Monday, November 17, 2008

Good Scotch and Fine Cigars



Last Thursday, I was invited by a client and friend to Cigar Night at a local country club. I gladly accepted. After several hours of smoking the same cigar that seemed to never expire and a few glasses of scotch that I couldn't dream to afford on my own, I decided it was time to get home and see my wife.


Now, this client was no stranger to my outspoken faith and Christian principles, yet he had no reservations in inviting me to cigar night. In fact, I don't think he was even surprised when I accepted. None the less, at the end of the evening, just before I left, he commented about my behavior in contrast to other Christians that he has encountered, or at least the impression they left on him, "You're a Christian, but you actually enjoy life!"


Wanting to be careful about what he may have been implying, I added, "Of course I do, but you know you won't catch me drunk or going out to strip clubs with you. I'll sip some whiskey and puff a cigar with the best of 'em."


"Oh, of course, of course... yeah I know that." He said almost apologetically. But before I left he invited me to a Christmas party at his house next month. How many legalistic and/or fundamentalist Christians have the rapport and trust of those outside our Christian bubbles like that? To hear the surprise in his voice as he commented on how I live my life like a normal person is really a commentary on the way the world views Christians in general.


Now, sure, we're called to be "holy" which means "set apart," but you have to ask yourself how characters like Levi (the tax collector) and Mary Magdalene (the former prostitute) were attracted to Christ and desired to be in his presence while Christ maintained perfect holiness. If caricatures like the SNL "church lady" played by Dana Carvey are really how the world views us, its no wonder adult conversions and evangelism are nearly extinct in the American church.
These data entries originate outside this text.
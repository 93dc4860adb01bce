"""The result on a terminal."""

import dataclasses

from siteassess.report.summary import MOST_LINES, summary_lines


def test_summary_is_short_and_says_the_verdict_first(markup_assessment):
    lines = summary_lines(markup_assessment)
    assert len(lines) <= MOST_LINES == 25
    assert lines[0].endswith(": " + markup_assessment.verdict.outcome.upper())
    assert all(len(line) <= 100 for line in lines[1:])
    for signal in markup_assessment.verdict.signals:
        assert any(line.startswith(f"  {signal.signal} ") for line in lines)


def test_summary_can_be_shown_by_any_terminal(markup_assessment):
    """Own words in ASCII; only names may hold other letters."""
    text = "\n".join(summary_lines(markup_assessment)).replace("\u5317\u5854", "")
    assert text.isascii()


def test_summary_of_many_signals_stays_short(markup_assessment):
    verdict, budget = markup_assessment.verdict, markup_assessment.budget
    many = dataclasses.replace(
        markup_assessment,
        verdict=dataclasses.replace(verdict, signals=verdict.signals * 10),
        budget=dataclasses.replace(budget, signals=budget.signals * 10),
    )
    lines = summary_lines(many)
    assert len(lines) == MOST_LINES
    assert lines[-1].endswith("more signals in the report")


def test_names_cannot_steer_the_terminal(markup_assessment):
    place = markup_assessment.site.place.model_copy(update={"name": "Roof \x1b[31m\r\nPASS \u202eabc"})
    site = markup_assessment.site.model_copy(update={"place": place})
    text = "\n".join(summary_lines(dataclasses.replace(markup_assessment, site=site)))
    assert text.startswith("Roof [31m PASS abc: ")
    assert not {"\x1b", "\r", "\u202e"} & set(text)
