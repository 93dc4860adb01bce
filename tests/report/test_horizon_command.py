"""siteassess horizon: what it prints, what it writes, and what it leaves alone."""

import json
import shutil
from collections.abc import Callable
from pathlib import Path
from xml.etree import ElementTree

import pytest
from click.testing import CliRunner, Result

from siteassess.cli import main
from siteassess.horizon.read import read_site_skyline
from siteassess.horizon.shares import sky_shares
from siteassess.horizon.skyline import Skyline
from siteassess.report.figures.source_panorama import FILLS, LINES, sources_of

ROOT = Path(__file__).parents[2]
SHARE = 1e-6  # the last decimal of a share in JSON

WriteSite = Callable[..., Path]


def run(*arguments: object) -> Result:
    return CliRunner().invoke(main, ["horizon", *map(str, arguments)])


@pytest.fixture
def ridge(tmp_path: Path) -> Path:
    """A copy of the example with three sources."""
    return Path(shutil.copytree(ROOT / "example_sites" / "ridge_mast", tmp_path / "ridge"))


def test_the_table_names_sectors_obstacles_sources_and_disagreements(ridge: Path) -> None:
    result = run(ridge)
    assert result.exit_code == 0, result.output
    lines = result.stdout.splitlines()
    assert lines[0] == "Askvold ridge, relay mast"
    assert next(line for line in lines if line.split()[:2] == ["N", "NE"]).split() == [
        "N", "NE", "E", "SE", "S", "SW", "W", "NW",
    ]  # fmt: skip
    sources = {line.split("  ")[1]: line.split()[-1] for line in lines if line.endswith((".csv", ".tif"))}
    assert sources["machine room"] == "horizon.csv"
    assert sources["terrain"] == "ground.tif"
    assert "disagree" in result.stdout
    assert all(len(line) <= 125 and line.isascii() for line in lines)
    assert result.stderr == f"Horizon written to {ridge / 'site-horizon'}\n"


def test_what_it_writes_is_the_same_horizon_for_assess(ridge: Path) -> None:
    assert run(ridge).exit_code == 0
    _, before = read_site_skyline(ridge)
    written = ridge / "site-horizon"
    assert sorted(path.name for path in written.iterdir()) == ["horizon.csv", "panorama.svg"]
    text = (ridge / "site.toml").read_text(encoding="utf-8")
    head, tail = text.partition("[[horizon]]")[0], text.partition("[require]")[2]
    block = '[[horizon]]\nsource = "survey"\nfile = "site-horizon/horizon.csv"\ncomplete = true\n'
    (ridge / "again.toml").write_text(f"{head}{block}[require]{tail}", encoding="utf-8")
    _, after = read_site_skyline(ridge / "again.toml")
    one, other = sky_shares(before, 5.0), sky_shares(after, 5.0)
    assert other.blocked_share_above_mask == pytest.approx(one.blocked_share_above_mask, abs=SHARE)
    assert other.unsurveyed_share == pytest.approx(one.unsurveyed_share, abs=SHARE)


def test_same_site_same_bytes(ridge: Path) -> None:
    first, second = ridge / "first", ridge / "second"
    for folder in (first, second):
        assert run(ridge, "--out", folder, "--quiet").stdout == ""
    for name in ("horizon.csv", "panorama.svg"):
        assert (first / name).read_bytes() == (second / name).read_bytes()


def test_json_is_printed_alone_and_writes_nothing(ridge: Path) -> None:
    result = run(ridge, "--json")
    record = json.loads(result.stdout)
    assert record["format"] == "siteassess-horizon/1"
    assert not (ridge / "site-horizon").exists()
    assert [sector["sector"] for sector in record["sectors"]] == ["N", "NE", "E", "SE", "S", "SW", "W", "NW"]
    taken = sum(one["blocked_share_above_mask"] for one in record["obstacles"] if one["cover"] == "solid")
    assert taken == pytest.approx(record["sky"]["blocked_share_above_mask"], abs=1e-5)
    assert record["outline"][0]["from_deg"] == 0.0
    assert record["outline"][-1]["to_deg"] == 360.0
    for piece in record["outline"]:
        obstacle = piece["obstacle"]
        source = None if obstacle is None else record["obstacles"][obstacle]["source"]
        assert piece["source"] == source
    assert [one["model"] for one in record["disagreements"]] == ["buildings.geojson", "ground.tif"]


def test_the_sites_own_survey_is_never_overwritten(write_site: WriteSite) -> None:
    path = write_site()
    before = (path.parent / "horizon.csv").read_bytes()
    result = run(path, "--out", path.parent)
    assert result.exit_code == 1
    assert result.stderr == (
        "Error: horizon.csv: is a file of the site itself and is left alone; name another folder with --out\n"
    )
    assert (path.parent / "horizon.csv").read_bytes() == before
    assert not (path.parent / "panorama.svg").exists()


def test_mistakes_are_named_without_a_traceback(write_site: WriteSite) -> None:
    result = run(write_site(horizon="azimuth_deg,elevation_deg\n0,99\n"))
    assert result.exit_code == 1
    assert result.stderr == "Error: horizon.csv: line 2, elevation_deg is 99; it must lie from -5 to 90\n"


def test_what_nobody_looked_at_is_said(write_site: WriteSite) -> None:
    site = write_site(
        ("complete = true", "complete = false"), horizon="azimuth_deg,elevation_deg\n0,0\n20,0\n340,0\n"
    )
    result = run(site)
    assert "Nobody looked at 20.0 deg to 340.0 deg: 88.9 % above the mask." in result.stdout.replace(
        "\xa0", " "
    )
    skyline = read_site_skyline(site)[1]
    assert skyline.unsurveyed_deg.tolist() == [[20.0, 340.0]]


def test_no_obstacle_at_all(write_site: WriteSite) -> None:
    block = '[[horizon]]\nsource = "survey"\nfile = "horizon.csv"\ncomplete = true\n'
    result = run(write_site((block, "")))
    assert result.exit_code == 0
    assert "No obstacle is known." in result.stdout


def test_the_drawing_tells_the_sources_apart_without_colour(ridge: Path) -> None:
    """Lightness of neighbours differs by a fifth of its range [CIE 1976 L*], or the hatch does."""

    def lightness(colour: str) -> float:
        red, green, blue = (int(colour[k : k + 2], 16) / 255.0 for k in (1, 3, 5))
        linear = [c / 12.92 if c <= 0.04045 else ((c + 0.055) / 1.055) ** 2.4 for c in (red, green, blue)]
        return 116.0 * (0.2126 * linear[0] + 0.7152 * linear[1] + 0.0722 * linear[2]) ** (1 / 3) - 16.0

    for one in range(len(FILLS)):
        for other in range(one):
            first, second = FILLS[one], FILLS[other]
            apart = abs(lightness(first["facecolor"]) - lightness(second["facecolor"]))
            assert apart >= 20.0 or first["hatch"] != second["hatch"], (one, other)
    assert len(set(map(str, LINES))) == len(LINES)
    run(ridge)
    drawing = ElementTree.parse(ridge / "site-horizon" / "panorama.svg").getroot()
    assert drawing.tag.endswith("svg")
    text = (ridge / "site-horizon" / "panorama.svg").read_text(encoding="utf-8")
    skyline: Skyline = read_site_skyline(ridge)[1]
    for number in range(len(sources_of(skyline))):
        assert FILLS[number]["facecolor"] in text
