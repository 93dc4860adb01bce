"""satellites.csv and its data frame."""

import csv
import dataclasses
import io

import pytest

from siteassess.report.satellite_table import csv_text, satellite_frame, spreadsheet_safe


def test_every_satellite_and_signal_has_a_row(markup_assessment):
    rows = list(csv.DictReader(io.StringIO(csv_text(markup_assessment))))
    shares = markup_assessment.verdict.satellites
    assert [(row["satellite"], row["signal"]) for row in rows] == [
        (share.satellite, share.signal) for share in shares
    ]
    assert list(rows[0]) == [field.name for field in dataclasses.fields(shares[0])]


def test_values_are_rounded_as_in_the_json(markup_assessment):
    frame = satellite_frame(markup_assessment)
    share = markup_assessment.verdict.satellites[0]
    assert frame.loc[0, "usable_share"] == round(share.usable_share, 6)
    assert frame.loc[0, "cn0_median_dbhz"] == round(share.cn0_median_dbhz, 3)


def test_what_is_never_seen_is_an_empty_cell(markup_assessment):
    verdict = markup_assessment.verdict
    unseen = dataclasses.replace(verdict.satellites[0], usable_share=None, cn0_min_dbhz=None)
    changed = dataclasses.replace(
        markup_assessment, verdict=dataclasses.replace(verdict, satellites=(unseen,))
    )
    row = next(csv.DictReader(io.StringIO(csv_text(changed))))
    assert (row["usable_share"], row["cn0_min_dbhz"]) == ("", "")


def test_table_without_satellites_keeps_its_header(markup_assessment):
    verdict = dataclasses.replace(markup_assessment.verdict, satellites=())
    text = csv_text(dataclasses.replace(markup_assessment, verdict=verdict))
    assert text.startswith("satellite,system,orbit_class,signal,")
    assert text.count("\n") == 1


@pytest.mark.parametrize("sign", ["=", "+", "-", "@", "\t=", "\r="])
def test_formula_signs_are_defused(markup_assessment, sign):
    """Signs that spreadsheets take for the start of a formula: OWASP, CSV Injection (from memory)."""
    assert spreadsheet_safe(f"{sign}1") == f"'{sign.strip()}1"
    verdict = markup_assessment.verdict
    named = dataclasses.replace(verdict.satellites[0], satellite=f"{sign}1")
    changed = dataclasses.replace(
        markup_assessment, verdict=dataclasses.replace(verdict, satellites=(named,))
    )
    assert next(csv.DictReader(io.StringIO(csv_text(changed))))["satellite"] == f"'{sign.strip()}1"


def test_lines_end_alike_on_every_system(markup_assessment):
    assert "\r" not in csv_text(markup_assessment)
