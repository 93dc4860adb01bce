"""The field form: typed in as it asks, it is a valid site."""

import json
import tomllib
from importlib import resources
from pathlib import Path

import pytest
import typst
from click.testing import CliRunner

from siteassess.cli import main
from siteassess.horizon.read import read_site_skyline
from siteassess.horizon.survey.rows import NUMBERS, TEXTS
from siteassess.report.sections.setting import CAUTIONS
from siteassess.report.sheet.fields import COLUMNS, GROUPS
from siteassess.report.sheet.form import PAPER_NAMES, ROWS_PER_PAGE, Paper, sheet_content, sheet_pdf

PAPERS: tuple[Paper, ...] = ("a4", "letter")

# What a crew may have written; the keys come from the form.
ANSWERS = {
    "site.name": '"North roof"',
    "site.surveyed_by": '"Crew 4"',
    "site.latitude_deg": "57.1",
    "site.longitude_deg": "-2.1",
    "site.height_m": "61.2",
    "mount.mast_height_m": "1.5",
    "horizon.surveyed_on": "2026-10-04",
    "horizon.instrument": '"total station"',
    "horizon.azimuth_error_deg": "0.5",
    "horizon.elevation_error_deg": "0.2",
    "horizon.distance_error_m": "0.1",
    "horizon.instrument_east_m": "0.4",
    "horizon.instrument_north_m": "-0.3",
    "horizon.instrument_up_m": "1.6",
    "horizon.bearings": '"magnetic-north"',
    "horizon.landmark": '"church tower"',
    "horizon.landmark_reading_deg": "101.5",
    "horizon.landmark_bearing_deg": "100.0",
    "horizon.complete": "true",
}
ROWS = """\
0,3,,,,,,,
120,2.5,,,,,,,
240,2,,,,,,,
30,12,40,hall,,,,,
44,12,41,hall,,,,,
44,8,41,hall,,,,,
60,8,45,hall,,,,,
100,25,8,rod,,,,,0.05
200,20,30,limes,foliage,in-leaf,6,,
215,21,31,limes,foliage,in-leaf,6,,
300,30,60,jib,,,,28,
320,30,62,jib,,,,28,
340,0,,locked yard,unsurveyed,,,,
350,0,,locked yard,unsurveyed,,,,
"""
WHAT_A_SURVEY_DOES_NOT_FIND = """
[antenna]
pattern = "choke-ring"

[[chain]]
part = "receiver"
noise_figure_db = 3.0

[require]
elevation_mask_deg = 10
min_cn0_dbhz = 33
"""


def asked_keys() -> list[str]:
    return [field.key for group in GROUPS for field in group.fields if field.key]


def test_typed_in_the_form_is_a_valid_site(tmp_path: Path) -> None:
    assert set(asked_keys()) == set(ANSWERS)
    tables: dict[str, list[str]] = {}
    for key in asked_keys():
        table, _, name = key.partition(".")
        tables.setdefault(table, []).append(f"{name} = {ANSWERS[key]}")
    blocks = [f"[{name}]\n" + "\n".join(lines) for name, lines in tables.items() if name != "horizon"]
    survey = '[[horizon]]\nsource = "survey"\nfile = "horizon.csv"\n' + "\n".join(tables["horizon"])
    text = "\n\n".join(["format = 1", *blocks, survey, WHAT_A_SURVEY_DOES_NOT_FIND])
    (tmp_path / "site.toml").write_text(text, encoding="utf-8")
    header = ",".join(column.key for column in COLUMNS)
    (tmp_path / "horizon.csv").write_text(f"{header}\n{ROWS}", encoding="utf-8")
    site, skyline = read_site_skyline(tmp_path)
    assert site.place.name == "North roof"
    assert [one.name for one in skyline.obstacles] == ["general skyline", "hall", "rod", "limes", "jib"]
    assert skyline.unsurveyed_deg.tolist() == [[338.5, 348.5]]  # turned by the landmark


def test_columns_are_those_of_the_horizon_file() -> None:
    known = {*NUMBERS, *TEXTS}
    # A slant distance stands in place of a level one; growth is no reading.
    assert {column.key for column in COLUMNS} == known - {"slant_distance_m", "growth_m_per_year"}


def test_words_to_choose_from_are_those_of_the_site_file() -> None:
    schema = json.loads(
        resources.files("siteassess").joinpath("site_file/site.schema.json").read_text(encoding="utf-8")
    )
    bearings = schema["$defs"]["HorizonSource"]["properties"]["bearings"]["enum"]
    choices = {field.key: field.choices for group in GROUPS for field in group.fields if field.choices}
    assert list(choices["horizon.bearings"]) == bearings
    for word in choices["horizon.complete"]:
        assert isinstance(tomllib.loads(f"complete = {word}")["complete"], bool)


@pytest.mark.parametrize("paper", PAPERS)
def test_the_form_has_four_pages_and_the_same_bytes(paper: Paper) -> None:
    pdf = sheet_pdf(paper)
    assert pdf == sheet_pdf(paper)
    layout = resources.files("siteassess.report.sheet").joinpath("sheet.typ").read_bytes()
    inputs = {"content": json.dumps(sheet_content(paper)), "paper": PAPER_NAMES[paper]}
    pages = typst.compile(layout, format="svg", ignore_system_fonts=True, sys_inputs=inputs)
    assert len(pages) == 4
    height_pt = {"a4": 841.9, "letter": 792.0}[paper]  # ISO 216; 11 inches
    assert float(pages[0].decode().partition('height="')[2].partition("pt")[0]) == pytest.approx(
        height_pt, abs=1
    )


def test_the_form_says_everything() -> None:
    content = sheet_content("a4")
    asked = [field["key"] for group in content["groups"] for field in group["fields"] if field["key"]]
    assert asked == asked_keys()
    assert content["cautions"] == list(CAUTIONS)
    assert content["photographs"] == ["N", "NE", "E", "SE", "S", "SW", "W", "NW"]
    assert ROWS_PER_PAGE["a4"] * content["points_pages"] >= 50
    assert any("30 degrees" in rule for rule in content["rules"])
    assert any("vertical edge" in rule for rule in content["rules"])


def test_command_writes_the_form(tmp_path: Path) -> None:
    out = tmp_path / "form.pdf"
    result = CliRunner().invoke(main, ["sheet", "--paper", "letter", "--out", str(out)])
    assert (result.exit_code, result.stdout) == (0, "")
    assert result.stderr == f"Form written to {out}\n"
    assert out.read_bytes() == sheet_pdf("letter")


def test_command_refuses_what_is_no_pdf_and_no_paper(tmp_path: Path) -> None:
    for arguments in (["--out", str(tmp_path / "form.txt")], ["--paper", "b5"]):
        result = CliRunner().invoke(main, ["sheet", *arguments])
        assert result.exit_code == 2
    assert list(tmp_path.iterdir()) == []


def test_command_says_why_it_cannot_write(tmp_path: Path) -> None:
    (tmp_path / "file").write_text("", encoding="utf-8")
    result = CliRunner().invoke(main, ["sheet", "--out", str(tmp_path / "file" / "form.pdf")])
    assert result.exit_code == 1
    assert result.stderr == (
        "Error: file: the report cannot be written: file is a file, not a folder; "
        "what stood there before is unchanged\n"
    )
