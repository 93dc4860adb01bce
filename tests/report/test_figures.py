"""Skyplot and panorama: where things are drawn, how they read in grey, and that they repeat."""

import re
import xml.etree.ElementTree as ElementTree

import matplotlib
import numpy as np
import pytest
from scipy.optimize import isotonic_regression

from siteassess.report.figures.drawing import obstacle_edges, on_paper, outline_points, shortened
from siteassess.report.figures.labels import label_rows, spread
from siteassess.report.figures.panorama import panorama_svg
from siteassess.report.figures.skyplot import skyplot_svg
from siteassess.report.figures.track_lines import MARGIN_CLASSES, first_signal_margin_db, runs


@pytest.mark.parametrize("draw", [skyplot_svg, panorama_svg])
def test_figure_is_well_formed_and_carries_no_text_and_no_date(markup_assessment, draw):
    svg = draw(markup_assessment)
    elements = {element.tag.rpartition("}")[2] for element in ElementTree.fromstring(svg).iter()}
    assert not {"text", "image", "script", "date"} & elements


@pytest.mark.parametrize("draw", [skyplot_svg, panorama_svg])
def test_figure_does_not_depend_on_the_settings_of_the_user(markup_assessment, draw):
    expected = draw(markup_assessment)
    with matplotlib.rc_context(
        {"axes.facecolor": "red", "font.size": 20, "svg.fonttype": "none", "lines.linewidth": 9}
    ):
        assert draw(markup_assessment) == expected


@pytest.mark.parametrize(
    ("azimuth_deg", "elevation_deg", "expected"),
    [(0, 0, (0, 1)), (90, 0, (1, 0)), (180, 45, (0, -0.5)), (270, 0, (-1, 0)), (123, 90, (0, 0))],
)
def test_horizon_is_the_rim_and_north_is_up(azimuth_deg, elevation_deg, expected):
    """Polar plot of a visibility diagram: horizon at the rim, zenith in the centre (surveying textbooks)."""
    assert on_paper(azimuth_deg, elevation_deg) == pytest.approx(expected, abs=1e-12)


def test_outline_goes_all_round_and_shows_vertical_edges(markup_assessment):
    azimuth_deg, elevation_deg = outline_points(markup_assessment.skyline)
    assert azimuth_deg[0] == pytest.approx(0.0, abs=1e-5)
    assert azimuth_deg[-1] == pytest.approx(360.0, abs=1e-5)
    assert np.all(np.diff(azimuth_deg) <= 1.0)
    at_edge = np.abs(azimuth_deg - 140.0) < 1e-5
    assert np.ptp(elevation_deg[at_edge]) > 30.0


def test_straight_wall_bulges_upward(markup_assessment):
    """A straight level edge is a great circle: its elevation lies above the chord."""
    wall = markup_assessment.skyline.obstacles[
        [obstacle.name for obstacle in markup_assessment.skyline.obstacles].index("<script>alert(1)</script>")
    ]
    azimuth_deg, upper_deg, lower_deg = obstacle_edges(wall)
    straight_deg = np.interp(azimuth_deg, wall.azimuth_deg, wall.elevation_deg)
    assert np.max(upper_deg - straight_deg) > 0.2
    assert np.min(upper_deg - straight_deg) > -1e-4
    assert np.all(lower_deg == 0.0)


def lightness(colour):
    """CIE 1976 L* of an sRGB colour: IEC 61966-2-1 and CIE 15 (coefficients from memory)."""
    red, green, blue = (
        value / 12.92 if value <= 0.04045 else ((value + 0.055) / 1.055) ** 2.4
        for value in matplotlib.colors.to_rgb(colour)
    )
    return 116.0 * (0.2126 * red + 0.7152 * green + 0.0722 * blue) ** (1 / 3) - 16.0


def test_tracks_darken_as_the_margin_grows_and_differ_by_more_than_colour():
    levels = [lightness(look.color) for look in MARGIN_CLASSES]
    assert np.all(np.diff(levels) < -2.0)
    assert levels[0] < 75.0  # still seen on white
    assert len({(look.width, str(look.dash)) for look in MARGIN_CLASSES}) == len(MARGIN_CLASSES)


def test_margin_is_that_of_the_first_signal_a_satellite_sends(markup_assessment):
    margin_db = first_signal_margin_db(markup_assessment)
    for budget in markup_assessment.budget.signals:  # each system sends one signal of this site
        assert np.array_equal(margin_db[budget.sample], budget.cn0_dbhz - budget.min_cn0_dbhz)


def test_tracks_break_between_passes():
    x = np.arange(6.0)
    drawn, _ = runs(x, x, np.ones(6, bool), np.array([1, 1, 0, 1, 1, 0], bool))
    assert np.array_equal(drawn, [0, 1, 2, np.nan, 3, 4, 5, np.nan], equal_nan=True)


@pytest.mark.parametrize("count", [2, 5, 20, 55])
def test_numbers_at_the_rim_move_as_little_as_possible(count):
    """Least squares under an ascending order is isotonic regression: held against scipy."""
    azimuth_deg = np.sort(np.random.default_rng(count).uniform(0.0, 200.0, count))  # opening beyond 200
    placed = spread(azimuth_deg, 3.0)
    steps = 3.0 * np.arange(count)
    assert placed == pytest.approx(isotonic_regression(azimuth_deg - steps).x + steps, abs=1e-9)
    assert np.min(np.diff(placed)) >= 3.0 - 1e-9


def test_numbers_at_the_rim_keep_apart_across_north():
    placed = spread(np.array([359.0, 1.0, 0.0]), 6.0)
    assert np.sort((placed + 180.0) % 360.0).tolist() == pytest.approx([174.0, 180.0, 186.0])


def test_full_rim_shares_the_circle():
    placed = spread(np.zeros(80), 6.5)
    gaps = np.diff(np.sort(placed % 360.0))
    assert gaps == pytest.approx(np.full(79, 4.5))


def test_names_above_the_horizon_do_not_overlap():
    generator = np.random.default_rng(1)
    centre, width = generator.uniform(0, 360, 30).tolist(), generator.uniform(10, 80, 30).tolist()
    rows = label_rows(centre, width, rows=5)
    placed = [
        (row, middle, across)
        for row, middle, across in zip(rows, centre, width, strict=True)
        if row is not None
    ]
    assert len(placed) > 5
    for index, (row, middle, across) in enumerate(placed):
        for other_row, other_middle, other_across in placed[:index]:
            assert row != other_row or abs(middle - other_middle) >= (across + other_across) / 2


def test_long_names_are_cut():
    assert shortened("x" * 40, 10) == "x" * 9 + "…"
    assert shortened("short", 10) == "short"


def test_skyplot_stays_small(markup_assessment):
    assert len(skyplot_svg(markup_assessment)) < 1_000_000
    assert re.search(r'width="\d+(\.\d+)?pt"', skyplot_svg(markup_assessment))
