"""The figures on signal strength and noise: the waterfall, the noise map and the polar cut."""

from xml.etree import ElementTree

import numpy as np
import pytest

from siteassess.antenna.builtin import builtin_pattern
from siteassess.assessment import explained
from siteassess.report.figures.antenna_plot import antenna_svg
from siteassess.report.figures.noise_map import noise_map_svg
from siteassess.report.figures.waterfall import waterfall, waterfall_svg
from siteassess.report.sections.changes import changes_section

THOUSANDTH_DB = 0.001


def test_steps_lead_from_the_satellite_to_the_budget(markup_assessment):
    fall = waterfall(markup_assessment)
    budget = markup_assessment.budget.signals[0]
    lines = budget.lines[0]
    (open_dbhz,) = lines.cn0_open_sky_dbhz[lines.elevation_deg == 30.0]
    obstacles_db = next(step.change_db for step in fall.site if step.label.startswith("Obstacles"))
    assert obstacles_db <= 0.0
    assert fall.cn0_dbhz == pytest.approx(open_dbhz + obstacles_db, abs=THOUSANDTH_DB)
    # Authority: k x 290 K = -203.975 dBW/Hz.
    assert fall.path[2].change_db == pytest.approx(203.975, abs=THOUSANDTH_DB)


def test_steps_of_the_chain_are_its_noise(markup_assessment):
    noise = markup_assessment.budget.signals[0].noise
    steps_db = [
        step.change_db for step in waterfall(markup_assessment).site if step.label.startswith("Noise:")
    ]
    assert len(steps_db) == len(markup_assessment.site.chain)
    rise = noise.system_temperature_k / noise.antenna_temperature_k
    assert sum(steps_db) == pytest.approx(-10.0 * np.log10(rise), abs=THOUSANDTH_DB)


def test_hidden_share_is_that_of_the_samples_near_the_elevation(markup_assessment):
    fall = waterfall(markup_assessment)
    samples, budget = markup_assessment.budget.samples, markup_assessment.budget.signals[0]
    near = np.abs(samples.elevation_deg[budget.sample] - fall.elevation_deg) <= 2.5
    assert fall.hidden_share == pytest.approx(samples.hidden[budget.sample][near].mean())


@pytest.mark.parametrize("draw", [waterfall_svg, noise_map_svg])
def test_figures_are_drawings_that_repeat(markup_assessment, draw):
    svg = draw(markup_assessment)
    assert ElementTree.fromstring(svg).tag == "{http://www.w3.org/2000/svg}svg"
    assert svg == draw(markup_assessment)
    assert len(svg) < 200_000


def test_cut_of_a_pattern_that_names_no_carrier_has_two_lines():
    svg = antenna_svg(builtin_pattern("choke-ring"))
    assert svg.count("stroke: #1f4e79") == 2  # co- and cross-polar
    assert antenna_svg(builtin_pattern("hemisphere")).count("stroke: #1f4e79") == 1


def test_changes_are_told_for_the_first_and_the_worst_signal(markup_assessment):
    assert changes_section(markup_assessment) is None
    section = changes_section(explained(markup_assessment))
    worst = min(markup_assessment.verdict.signals, key=lambda shares: shares.usable_share).signal
    first = markup_assessment.budget.signals[0].signal.name
    assert [table.caption.partition(":")[0] for table in section.tables] == list(
        dict.fromkeys([first, worst])
    )
    assert all(len(row) == len(section.tables[0].header) for row in section.tables[0].rows)
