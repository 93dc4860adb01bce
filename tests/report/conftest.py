"""One site for the tests of the report: all kinds of obstacle, a gap in the survey, names full of markup."""

import pytest

from siteassess import Assessment, assess, read_site

SITE = """\
format = 1

[site]
name = 'Roof <b>&amp; "x"</b> #let $x_1$ *y* =1+1'
latitude_deg = 57.14
longitude_deg = -2.09
height_m = 61.2
surveyed_by = "@A. Nobody <i>"

[mount]
mast_height_m = 1.5

[antenna]
pattern = "choke-ring"

[[chain]]
part = "preamplifier"
gain_db = 40.0
noise_figure_db = 1.8
[[chain]]
part = "cable <u> #pagebreak()"
loss_db = 4.5
[[chain]]
part = "receiver"
noise_figure_db = 8.0
implementation_loss_db = 1.0

[[horizon]]
source = "survey"
file = "horizon.csv"
surveyed_on = 2026-10-04
azimuth_error_deg = 1.0

[sky]
days = 1
step_s = 600

[require]
elevation_mask_deg = 10
min_cn0_dbhz = 33
"""

HORIZON = """\
azimuth_deg,elevation_deg,distance_m,obstacle,cover,depth_m,underside_deg
0,3,,,,,
30,4,,,,,
60,2,,,,,
90,2,,,,,
120,2,,,,,
150,3,,,,,
180,2,,,,,
210,2,,,,,
240,2,,,,,
270,2,,,,,
300,3,,,,,
140,38,24,<script>alert(1)</script>,solid,,
165,47,20,<script>alert(1)</script>,solid,,
190,38,24,<script>alert(1)</script>,solid,,
350,25,,=SUM(A1) $x^2$,solid,,
12,22,,=SUM(A1) $x^2$,solid,,
205,30,70,#pagebreak() \u5317\u5854,solid,,28
260,30,72,#pagebreak() \u5317\u5854,solid,,27
60,25,15,_limes_ &amp;,foliage,4,
80,28,15,_limes_ &amp;,foliage,4,
"""


@pytest.fixture(scope="session")
def markup_site(tmp_path_factory):
    folder = tmp_path_factory.mktemp("markup")
    (folder / "site.toml").write_text(SITE, encoding="utf-8")
    (folder / "horizon.csv").write_text(HORIZON, encoding="utf-8")
    return folder / "site.toml"


@pytest.fixture(scope="session")
def markup_assessment(markup_site) -> Assessment:
    return assess(read_site(markup_site))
Many years ago, I taught a small men's group out of my home and one of the studies we most enjoyed was this book, "Too Christian, Too Pagan: How to love the world without falling for it." I can't honestly remember the specific theological positions of the author, Dick Staub, but in the context of the book it was somewhat irrelevant. His whole point was to help believers to see ways in which they can engage culture without sinning. We had quite a few great discussions that were very helpful for us as we grew in our walks. If for no other value, the book provides excellent fodder for discussion and debate.

So, how do we live in the world without being of the world? Was my glad acceptance of cigar smoke and ethanol disrespectful of my body as a temple? I think not. Moreover, I think the fact that our bodies are temples bears more significance than just a staunch position on personal hygiene and wellness. Shouldn't the Temple be there for all to see, not hidden behind the four walls of a church?